- _How to complete this task_:
The answer must consist of every line from the entries below that contains the word "attempts".

- _Exercise material_:
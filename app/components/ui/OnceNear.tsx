import { useEffect, useRef, useState, type ReactNode } from "react";

/** How far outside of what is seen it counts as near: what it needs is there before it is. */
const NEAR = "400px";

interface Props {
  /** keeps the place, so that nothing moves when the children come */
  className: string;
  children: ReactNode;
}

/** Children that come once the reader is near, and stay. */
export function OnceNear({ className, children }: Props) {
  const place = useRef<HTMLDivElement>(null);
  const [near, setNear] = useState(false);
  useEffect(() => {
    if (near || place.current === null) return undefined;
    const observer = new IntersectionObserver((seen) => seen.some((entry) => entry.isIntersecting) && setNear(true), {
      rootMargin: NEAR,
    });
    observer.observe(place.current);
    return () => observer.disconnect();
  }, [near]);
  return (
    <div ref={place} className={className}>
      {near && children}
    </div>
  );
}
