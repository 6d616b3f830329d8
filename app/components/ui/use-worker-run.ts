import { useCallback, useEffect, useRef, useState } from "react";
import type { RunMessage } from "#app/lib/worker-run.ts";

/** How a run in a worker stands, with what it has found until now; null while that is nothing. */
export type RunState<Found> =
  | { kind: "idle"; found: null }
  | { kind: "running" | "stopped"; done: number; of: number; found: Found | null }
  | { kind: "done"; found: Found }
  | { kind: "failed"; why: string; found: Found | null };

const IDLE = { kind: "idle", found: null } as const;
const BROKEN = "The figures could not be worked out in this browser.";
const UNREAD = "The inputs could not be read.";

/**
 * Runs one question at a time in a worker of its own, so that the page stays free. Stopping ends the worker at once and leaves what it
 * has told. The question may still be on its way when the run is started.
 * @param make starts the worker; a function that stays the same
 */
export function useWorkerRun<Question, Found>(make: () => Worker, begin: RunState<Found> = IDLE) {
  const [state, setState] = useState<RunState<Found>>(begin);
  const running = useRef<{ end: () => void } | null>(null);
  const end = useCallback(() => {
    running.current?.end();
    running.current = null;
  }, []);
  useEffect(() => end, [end]);

  const start = useCallback(
    (asked: Question | Promise<Question>) => {
      end();
      let worker: Worker | null = null;
      const own = {
        end: () => {
          worker?.terminate();
        },
      };
      running.current = own;
      const current = () => running.current === own;
      const fail = (why: string) => {
        if (!current()) return;
        end();
        setState(({ found }) => ({ kind: "failed", why, found }));
      };
      const hear = ({ data }: MessageEvent<RunMessage<Found>>) => {
        if (!current()) return;
        if (data.kind === "refused") return fail(data.why);
        if (data.kind === "progress")
          return setState(({ found }) => ({ ...data, kind: "running", found: data.found ?? found }));
        end();
        return setState(data);
      };
      setState({ kind: "running", done: 0, of: 0, found: null });
      Promise.resolve(asked).then(
        (question) => {
          if (!current()) return;
          try {
            worker = make();
          } catch {
            return fail(BROKEN);
          }
          worker.onmessage = hear;
          worker.onerror = () => fail(BROKEN);
          worker.onmessageerror = () => fail(BROKEN);
          worker.postMessage(question);
        },
        () => fail(UNREAD),
      );
    },
    [end, make],
  );

  const stop = useCallback(() => {
    end();
    setState((was) => (was.kind === "running" ? { ...was, kind: "stopped" } : was));
  }, [end]);
  return { state, start, stop };
}
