import { createHash } from "node:crypto";
import { once } from "node:events";
import { realpathSync, statSync } from "node:fs";
import { connect, createServer } from "node:net";
import { text } from "node:stream/consumers";
import { root } from "./project.mjs";

/** How often, and in which rhythm, somebody who holds a lock but does not answer is asked again. */
const attempts = 5;
const answerTime = 1_000;

/**
 * Makes this process the only one of this project that does a thing. The lock is a socket in Linux's abstract
 * namespace: the kernel gives it to one process and takes it back when that ends, however it ends, so it is never stale.
 *
 * @param {string} thing
 * @param {() => string} describe what others who want the lock are told about this process
 * @returns {Promise<string | undefined>} undefined when this process now holds the lock, else what its holder says
 */
export async function holdLock(thing, describe) {
  const folder = realpathSync(root);
  const { dev, ino } = statSync(folder);
  const key = createHash("sha256").update(`${folder}:${dev}:${ino}`).digest("hex").slice(0, 16);
  const path = `\0planeward-${thing}-${key}`;

  for (let attempt = 1; ; attempt += 1) {
    const server = createServer((socket) => socket.on("error", () => undefined).end(describe()));
    try {
      server.listen({ path });
      await once(server, "listening");
      server.unref();
      return undefined;
    } catch (error) {
      if (!(error instanceof Error && "code" in error && error.code === "EADDRINUSE")) throw error;
    }
    try {
      const socket = connect({ path });
      socket.setTimeout(answerTime, () => socket.destroy(new Error("No answer.")));
      return await text(socket);
    } catch {
      // The holder has just ended, or is too busy to answer.
      if (attempt === attempts) return "a process that does not answer";
    }
  }
}
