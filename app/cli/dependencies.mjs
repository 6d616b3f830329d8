import { existsSync, readFileSync } from "node:fs";
import { basename, join } from "node:path";
import { root } from "./project.mjs";

/**
 * @typedef {{ version?: string, integrity?: string, link?: boolean, optional?: boolean, devOptional?: boolean }} LockedPackage
 */

/**
 * @param {string} file a package-lock.json, or the one npm leaves in node_modules when an installation is complete
 * @returns {Record<string, LockedPackage>} by place in the project
 */
function lockedPackages(file) {
  const { packages } = JSON.parse(readFileSync(file, "utf8"));
  // The project itself, which only the first of the two files lists.
  delete packages[""];
  return packages;
}

/** Whether node_modules holds exactly what package-lock.json asks for; packages for other machines may be missing. */
function isInstalled() {
  const installedFile = join(root, "node_modules", ".package-lock.json");
  if (!existsSync(installedFile)) return false;
  const locked = lockedPackages(join(root, "package-lock.json"));
  const installed = lockedPackages(installedFile);
  return (
    Object.entries(locked).every(([place, entry]) => installed[place] || entry.optional || entry.devOptional) &&
    Object.entries(installed).every(
      ([place, entry]) => locked[place]?.version === entry.version && locked[place]?.integrity === entry.integrity,
    )
  );
}

/**
 * Installs the packages of package-lock.json when they are missing or it has changed.
 *
 * @param {import("./keeper.mjs").Keeper} keeper
 */
export async function ensureDependencies(keeper) {
  if (isInstalled()) return;
  console.log("Installing packages…");
  // The npm that runs this script, else the one in PATH.
  const npm = process.env.npm_execpath;
  const [program, ...first] =
    npm && basename(npm) === "npm-cli.js" ? [process.execPath, npm] : /** @type {[string]} */ (["npm"]);
  // Building needs the development packages too, even where the environment says production.
  await keeper.run(program, [...first, "ci", "--include=dev", "--no-audit", "--no-fund"], {
    cwd: root,
    failure: "The packages could not be installed: npm ci failed.",
  });
}
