import { existsSync, readFileSync } from "node:fs";

/**
 * @typedef {{ passed: number, failed: number }} Tally
 */

/**
 * A runner counts as failed, once, when it ended badly and yet reports nothing failed, and when it ran no test at all.
 *
 * @param {Tally} tally
 * @param {number | null} exitCode
 * @returns {Tally}
 */
function withRunner({ passed, failed }, exitCode) {
  return failed === 0 && (exitCode !== 0 || passed === 0) ? { passed, failed: 1 } : { passed, failed };
}

/** @param {string} file */
function readReport(file) {
  return existsSync(file) ? JSON.parse(readFileSync(file, "utf8")) : undefined;
}

/**
 * Reads Vitest's JSON report. A test that was skipped or left to do counts as failed, and so does a file that could not
 * be run.
 *
 * @param {string} reportFile
 * @param {number | null} exitCode Vitest's
 * @returns {Tally}
 */
export function tallyVitest(reportFile, exitCode) {
  const report = readReport(reportFile);
  if (!report) return { passed: 0, failed: 1 };
  const brokenFiles = report.testResults.filter(
    (/** @type {{ status: string, assertionResults: unknown[] }} */ file) =>
      file.status === "failed" && file.assertionResults.length === 0,
  ).length;
  const failed = report.numFailedTests + report.numPendingTests + report.numTodoTests + brokenFiles;
  return withRunner({ passed: report.numPassedTests, failed }, exitCode);
}

/**
 * Reads Playwright's JSON report. A test that was skipped, or passed only when tried again, counts as failed.
 *
 * @param {string} reportFile
 * @param {number | null} exitCode Playwright's
 * @returns {Tally}
 */
export function tallyPlaywright(reportFile, exitCode) {
  const report = readReport(reportFile);
  if (!report) return { passed: 0, failed: 1 };
  const { expected, unexpected, flaky, skipped } = report.stats;
  return withRunner({ passed: expected, failed: unexpected + flaky + skipped + report.errors.length }, exitCode);
}
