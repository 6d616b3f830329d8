import { describe, expect, it } from "vitest";
import routes from "#app/routes.ts";
import { keptRecordAt } from "#app/lib/kept-kinds.ts";
import { escapeRegex, matchRank } from "#app/lib/match-rank.ts";
import { METHOD_SECTIONS } from "#app/lib/method-sections.ts";
import { methodPart } from "#app/lib/method-part.ts";
import { keepsSearches, keptQuery } from "#app/lib/saved-list.ts";
import { favouriteFormSchema, savedFilterFormSchema } from "#app/schemas/kept.ts";

const ID = "0191d6b2-0000-7000-8000-0123456789ab";

describe("a record's page", () => {
  it("is known by its address, and no page below or beside it is", () => {
    expect(keptRecordAt(`/flows/${ID}`)).toEqual({ kind: "flow", id: ID });
    expect(keptRecordAt(`/films/${ID.toUpperCase()}`)).toEqual({ kind: "film", id: ID });
    for (const path of [`/flows/${ID}/edit`, "/flows/new", "/flows", `/sheets/${ID}`, `/carriers/${ID}`, "/"])
      expect(keptRecordAt(path)).toBeNull();
  });
});

describe("how well a name fits", () => {
  it.each([
    ["copper", "Copper", 0],
    ["cop", "Copper, plated", 1],
    ["copper", "Plated copper A", 2],
    ["copper", "Solder tin-silver-copper", 2],
    ["opper", "Copper", 3],
    ["plated copper", "Copper, plated", 3],
    ["gold", "Copper", null],
    ["(cop", "x (copper)", 2],
  ])("%s in %s is %s", (query, name, rank) => expect(matchRank(query, name)).toBe(rank));

  it("takes every sign as itself", () => {
    for (const sign of String.raw`\^$.*+?()[]{}|/-#'"µ`)
      expect(new RegExp(escapeRegex(sign), "u").test(sign)).toBe(true);
  });
});

describe("what is kept of a list", () => {
  it("is search, filters and order, without the page and blanks", () => {
    expect(keptQuery(new URLSearchParams("q=a+b&kind=&page=3&sort=-name"))).toBe("q=a+b&sort=-name");
  });

  it("is of lists, not of what stands on a record's page", () => {
    for (const path of ["/films", "/carriers/bonding-materials", "/flows/library/steps"]) {
      expect(keepsSearches(path)).toBe(true);
      expect(savedFilterFormSchema.safeParse({ list: path, query: "q=1", name: "one" }).success).toBe(true);
    }
    for (const path of [`/lots/${ID}`, "/", "//elsewhere", "/films/../x"]) {
      expect(keepsSearches(path)).toBe(false);
      expect(savedFilterFormSchema.safeParse({ list: path, query: "q=1", name: "one" }).success).toBe(false);
    }
  });

  it("needs a name", () => {
    expect(savedFilterFormSchema.safeParse({ list: "/films", query: "q=1", name: "  " }).success).toBe(false);
    expect(favouriteFormSchema.safeParse({ kind: "program", id: ID, marked: "yes" }).success).toBe(false);
  });
});

describe("the way to the method page", () => {
  const paths =
    JSON.stringify(routes)
      .match(/"path":"[a-z][^"]*"/g)
      ?.map((text) => `/${text.slice(8, -1)}`) ?? [];

  it("leads from every place to a part that is there", () => {
    expect(paths.length).toBeGreaterThan(40);
    const known = new Set<string>(METHOD_SECTIONS.map(({ id }) => id));
    for (const path of paths) {
      const part = methodPart(path);
      if (part && !part.anchor.startsWith("equations-")) expect(known).toContain(part.anchor);
    }
    expect(methodPart("/flows/1/steps/2")).toMatchObject({ anchor: "rules" });
    expect(methodPart("/method")).toBeNull();
  });
});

- _Exercise result_:
const attempts = 5;
      if (attempt === attempts) return "a process that does not answer";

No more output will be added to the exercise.